Return every line of the data exactly as it stands.

§ §

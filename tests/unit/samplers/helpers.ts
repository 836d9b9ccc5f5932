/**
 * Test helpers for the sampler checks: a binning error estimate for correlated series,
 * in-process runs of a sampler core, and CLI spawning.
 *
 * Error bars: the series is cut into blocks of B ≥ 20·tau_guess consecutive values
 * (common practice: blocks much longer than the autocorrelation time are nearly
 * independent), and the error of the mean is the standard error of the block means.
 * The binning ratio also gives tau ≈ B·var(block means)/(2·var(x)); each estimate
 * asserts B ≥ 10·tau measured, so a too-small guess fails loudly instead of
 * shrinking the error bar.
 */
import { spawn } from "node:child_process";
import fs from "node:fs";
import os from "node:os";
import path from "node:path";
import { createRng } from "@/lib/samplers/rng";
import { gammaMethod } from "@/lib/analysis";
import { validateParams } from "@/lib/samplers/validate";
import { CORE_FACTORIES } from "@/cluster-fake/samplers/registry";
import type { SamplerName } from "@/lib/samplers/schemas";

/** Mean of an array. */
export function mean(x: ArrayLike<number>): number {
  let s = 0;
  for (let i = 0; i < x.length; i++) s += x[i];
  return s / x.length;
}

/** Unbiased sample variance. */
export function variance(x: ArrayLike<number>): number {
  const m = mean(x);
  let s = 0;
  for (let i = 0; i < x.length; i++) s += (x[i] - m) ** 2;
  return s / (x.length - 1);
}

/** Mean with binning error; tau is the binning estimate of the integrated autocorrelation time. */
export interface Estimate {
  mean: number;
  err: number;
  tau: number;
  blockSize: number;
  blocks: number;
}

/**
 * The run's own error bar, as the issue asks: the Gamma method of Wolff (2004) from lib/analysis
 * (automatic window, S = 1.5). The binning estimate below is kept as an independent cross-check:
 * the two errors must agree within a factor 1.5 (common practice for error-of-error at these lengths),
 * so a broken analysis library cannot silently widen the tolerance.
 */
export function binned(x: ArrayLike<number>, tauGuess: number): Estimate {
  const g = gammaMethod(Float64Array.from(x));
  const b = binning(x, tauGuess);
  const ratio = g.error / b.err;
  if (g.error > 0 && (ratio > 1.5 || ratio < 1 / 1.5)) {
    throw new Error(`Gamma-method error ${g.error.toExponential(2)} and binning error ${b.err.toExponential(2)} disagree (ratio ${ratio.toFixed(2)})`);
  }
  return { mean: g.mean, err: g.error, tau: g.tauInt, blockSize: b.blockSize, blocks: b.blocks };
}

/** Binning estimate with blocks of ceil(20·tauGuess) values (see the file comment). */
export function binning(x: ArrayLike<number>, tauGuess: number): Estimate {
  const B = Math.max(1, Math.ceil(20 * tauGuess));
  const nb = Math.floor(x.length / B);
  if (nb < 20) throw new Error(`only ${nb} blocks of ${B}: run longer (need ≥ 20 blocks)`);
  const means = new Float64Array(nb);
  for (let b = 0; b < nb; b++) {
    let s = 0;
    for (let i = b * B; i < (b + 1) * B; i++) s += x[i];
    means[b] = s / B;
  }
  const v = variance(x);
  const vb = variance(means);
  const tau = v === 0 ? 0.5 : (B * vb) / (2 * v);
  if (B < 10 * tau) throw new Error(`block size ${B} < 10·tau (${tau.toFixed(1)}): raise the tau guess`);
  return { mean: mean(means), err: Math.sqrt(vb / nb), tau, blockSize: B, blocks: nb };
}

/** Tolerance factor for "measured agrees with exact": 4 standard errors. */
export const SIGMA = 4;

/** |measured − exact| in units of the error, for messages. */
export function pull(est: Estimate, exact: number): number {
  return (est.mean - exact) / est.err;
}

/** Run a sampler core in-process and return its observables' series. */
export function runCore(
  name: SamplerName,
  params: Record<string, unknown>,
  opts: { seed: string; thermalization: number; measurements: number; interval?: number },
): Record<string, Float64Array> {
  const checked = validateParams(name, params);
  if (!checked.ok) throw new Error(checked.error);
  const core = CORE_FACTORIES[name](checked.value, createRng(opts.seed));
  core.init();
  for (let i = 0; i < opts.thermalization; i++) core.sweep();
  core.startMeasuring?.();
  const cols = core.observables.map(() => new Float64Array(opts.measurements));
  const out = new Float64Array(core.observables.length);
  const interval = opts.interval ?? 1;
  for (let k = 0; k < opts.measurements; k++) {
    for (let i = 0; i < interval; i++) core.sweep();
    core.measure(out);
    for (let c = 0; c < cols.length; c++) cols[c][k] = out[c];
  }
  return Object.fromEntries(core.observables.map((n, c) => [n, cols[c]]));
}

export const repoRoot = path.resolve(import.meta.dirname, "../../..");

/** A fresh temporary directory. */
export function tmpDir(prefix: string): string {
  return fs.mkdtempSync(path.join(os.tmpdir(), `ergodex-${prefix}-`));
}

/** A run.json object with defaults for the fields a test does not care about. */
export function runJson(sampler: SamplerName, params: Record<string, unknown>, extra: Record<string, unknown> = {}) {
  return {
    format: "ergodex.run/1",
    runId: "00000000-0000-4000-8000-000000000001",
    sampler: { name: sampler, version: "1.0.0" },
    params,
    seed: "12345678901234567890",
    thermalization: 100,
    measurements: 200,
    interval: 1,
    ...extra,
  };
}

/** Write a run.json into dir and return its path. */
export function writeRunJson(dir: string, run: unknown): string {
  const file = path.join(dir, "run.json");
  fs.writeFileSync(file, typeof run === "string" ? run : JSON.stringify(run));
  return file;
}

/** A spawned CLI process with a promise of its exit code and stderr. */
export interface CliRun {
  pid: number;
  kill(sig: NodeJS.Signals): void;
  done: Promise<{ code: number | null; stderr: string }>;
}

/** Spawn `tsx cluster-fake/samplers/cli.ts ...args` from the repo root. */
export function spawnCli(args: string[]): CliRun {
  const child = spawn(path.join(repoRoot, "node_modules/.bin/tsx"), ["cluster-fake/samplers/cli.ts", ...args], {
    cwd: repoRoot,
    stdio: ["ignore", "ignore", "pipe"],
  });
  let stderr = "";
  child.stderr!.on("data", (d: Buffer) => (stderr += d.toString()));
  const done = new Promise<{ code: number | null; stderr: string }>((resolve, reject) => {
    child.on("error", reject);
    child.on("close", (code) => resolve({ code, stderr }));
  });
  return { pid: child.pid!, kill: (sig) => child.kill(sig), done };
}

§ §

- _REPLY TO THE EXERCISE_:
filename tests/unit/samplers/helpers.ts
repository 836d9b9ccc5f5932
/**
 * Test helpers for the sampler checks: a binning error estimate for correlated series,
 * in-process runs of a sampler core, and CLI spawning.
 *
 * Error bars: the series is cut into blocks of B ≥ 20·tau_guess consecutive values
 * (common practice: blocks much longer than the autocorrelation time are nearly
 * independent), and the error of the mean is the standard error of the block means.
 * The binning ratio also gives tau ≈ B·var(block means)/(2·var(x)); each estimate
 * asserts B ≥ 10·tau measured, so a too-small guess fails loudly instead of
 * shrinking the error bar.
 */
import { spawn } from "node:child_process";
import fs from "node:fs";
import os from "node:os";
import path from "node:path";
import { createRng } from "@/lib/samplers/rng";
import { gammaMethod } from "@/lib/analysis";
import { validateParams } from "@/lib/samplers/validate";
import { CORE_FACTORIES } from "@/cluster-fake/samplers/registry";
import type { SamplerName } from "@/lib/samplers/schemas";

/** Mean of an array. */
export function mean(x: ArrayLike<number>): number {
  let s = 0;
  for (let i = 0; i < x.length; i++) s += x[i];
  return s / x.length;
}

/** Unbiased sample variance. */
export function variance(x: ArrayLike<number>): number {
  const m = mean(x);
  let s = 0;
  for (let i = 0; i < x.length; i++) s += (x[i] - m) ** 2;
  return s / (x.length - 1);
}

/** Mean with binning error; tau is the binning estimate of the integrated autocorrelation time. */
export interface Estimate {
  mean: number;
  err: number;
  tau: number;
  blockSize: number;
  blocks: number;
}

/**
 * The run's own error bar, as the issue asks: the Gamma method of Wolff (2004) from lib/analysis
 * (automatic window, S = 1.5). The binning estimate below is kept as an independent cross-check:
 * the two errors must agree within a factor 1.5 (common practice for error-of-error at these lengths),
 * so a broken analysis library cannot silently widen the tolerance.
 */
export function binned(x: ArrayLike<number>, tauGuess: number): Estimate {
  const g = gammaMethod(Float64Array.from(x));
  const b = binning(x, tauGuess);
  const ratio = g.error / b.err;
  if (g.error > 0 && (ratio > 1.5 || ratio < 1 / 1.5)) {
    throw new Error(`Gamma-method error ${g.error.toExponential(2)} and binning error ${b.err.toExponential(2)} disagree (ratio ${ratio.toFixed(2)})`);
  }
  return { mean: g.mean, err: g.error, tau: g.tauInt, blockSize: b.blockSize, blocks: b.blocks };
}

/** Binning estimate with blocks of ceil(20·tauGuess) values (see the file comment). */
export function binning(x: ArrayLike<number>, tauGuess: number): Estimate {
  const B = Math.max(1, Math.ceil(20 * tauGuess));
  const nb = Math.floor(x.length / B);
  if (nb < 20) throw new Error(`only ${nb} blocks of ${B}: run longer (need ≥ 20 blocks)`);
  const means = new Float64Array(nb);
  for (let b = 0; b < nb; b++) {
    let s = 0;
    for (let i = b * B; i < (b + 1) * B; i++) s += x[i];
    means[b] = s / B;
  }
  const v = variance(x);
  const vb = variance(means);
  const tau = v === 0 ? 0.5 : (B * vb) / (2 * v);
  if (B < 10 * tau) throw new Error(`block size ${B} < 10·tau (${tau.toFixed(1)}): raise the tau guess`);
  return { mean: mean(means), err: Math.sqrt(vb / nb), tau, blockSize: B, blocks: nb };
}

/** Tolerance factor for "measured agrees with exact": 4 standard errors. */
export const SIGMA = 4;

/** |measured − exact| in units of the error, for messages. */
export function pull(est: Estimate, exact: number): number {
  return (est.mean - exact) / est.err;
}

/** Run a sampler core in-process and return its observables' series. */
export function runCore(
  name: SamplerName,
  params: Record<string, unknown>,
  opts: { seed: string; thermalization: number; measurements: number; interval?: number },
): Record<string, Float64Array> {
  const checked = validateParams(name, params);
  if (!checked.ok) throw new Error(checked.error);
  const core = CORE_FACTORIES[name](checked.value, createRng(opts.seed));
  core.init();
  for (let i = 0; i < opts.thermalization; i++) core.sweep();
  core.startMeasuring?.();
  const cols = core.observables.map(() => new Float64Array(opts.measurements));
  const out = new Float64Array(core.observables.length);
  const interval = opts.interval ?? 1;
  for (let k = 0; k < opts.measurements; k++) {
    for (let i = 0; i < interval; i++) core.sweep();
    core.measure(out);
    for (let c = 0; c < cols.length; c++) cols[c][k] = out[c];
  }
  return Object.fromEntries(core.observables.map((n, c) => [n, cols[c]]));
}

export const repoRoot = path.resolve(import.meta.dirname, "../../..");

/** A fresh temporary directory. */
export function tmpDir(prefix: string): string {
  return fs.mkdtempSync(path.join(os.tmpdir(), `ergodex-${prefix}-`));
}

/** A run.json object with defaults for the fields a test does not care about. */
export function runJson(sampler: SamplerName, params: Record<string, unknown>, extra: Record<string, unknown> = {}) {
  return {
    format: "ergodex.run/1",
    runId: "00000000-0000-4000-8000-000000000001",
    sampler: { name: sampler, version: "1.0.0" },
    params,
    seed: "12345678901234567890",
    thermalization: 100,
    measurements: 200,
    interval: 1,
    ...extra,
  };
}

/** Write a run.json into dir and return its path. */
export function writeRunJson(dir: string, run: unknown): string {
  const file = path.join(dir, "run.json");
  fs.writeFileSync(file, typeof run === "string" ? run : JSON.stringify(run));
  return file;
}

/** A spawned CLI process with a promise of its exit code and stderr. */
export interface CliRun {
  pid: number;
  kill(sig: NodeJS.Signals): void;
  done: Promise<{ code: number | null; stderr: string }>;
}

/** Spawn `tsx cluster-fake/samplers/cli.ts ...args` from the repo root. */
export function spawnCli(args: string[]): CliRun {
  const child = spawn(path.join(repoRoot, "node_modules/.bin/tsx"), ["cluster-fake/samplers/cli.ts", ...args], {
    cwd: repoRoot,
    stdio: ["ignore", "ignore", "pipe"],
  });
  let stderr = "";
  child.stderr!.on("data", (d: Buffer) => (stderr += d.toString()));
  const done = new Promise<{ code: number | null; stderr: string }>((resolve, reject) => {
    child.on("error", reject);
    child.on("close", (code) => resolve({ code, stderr }));
  });
  return { pid: child.pid!, kill: (sig) => child.kill(sig), done };
}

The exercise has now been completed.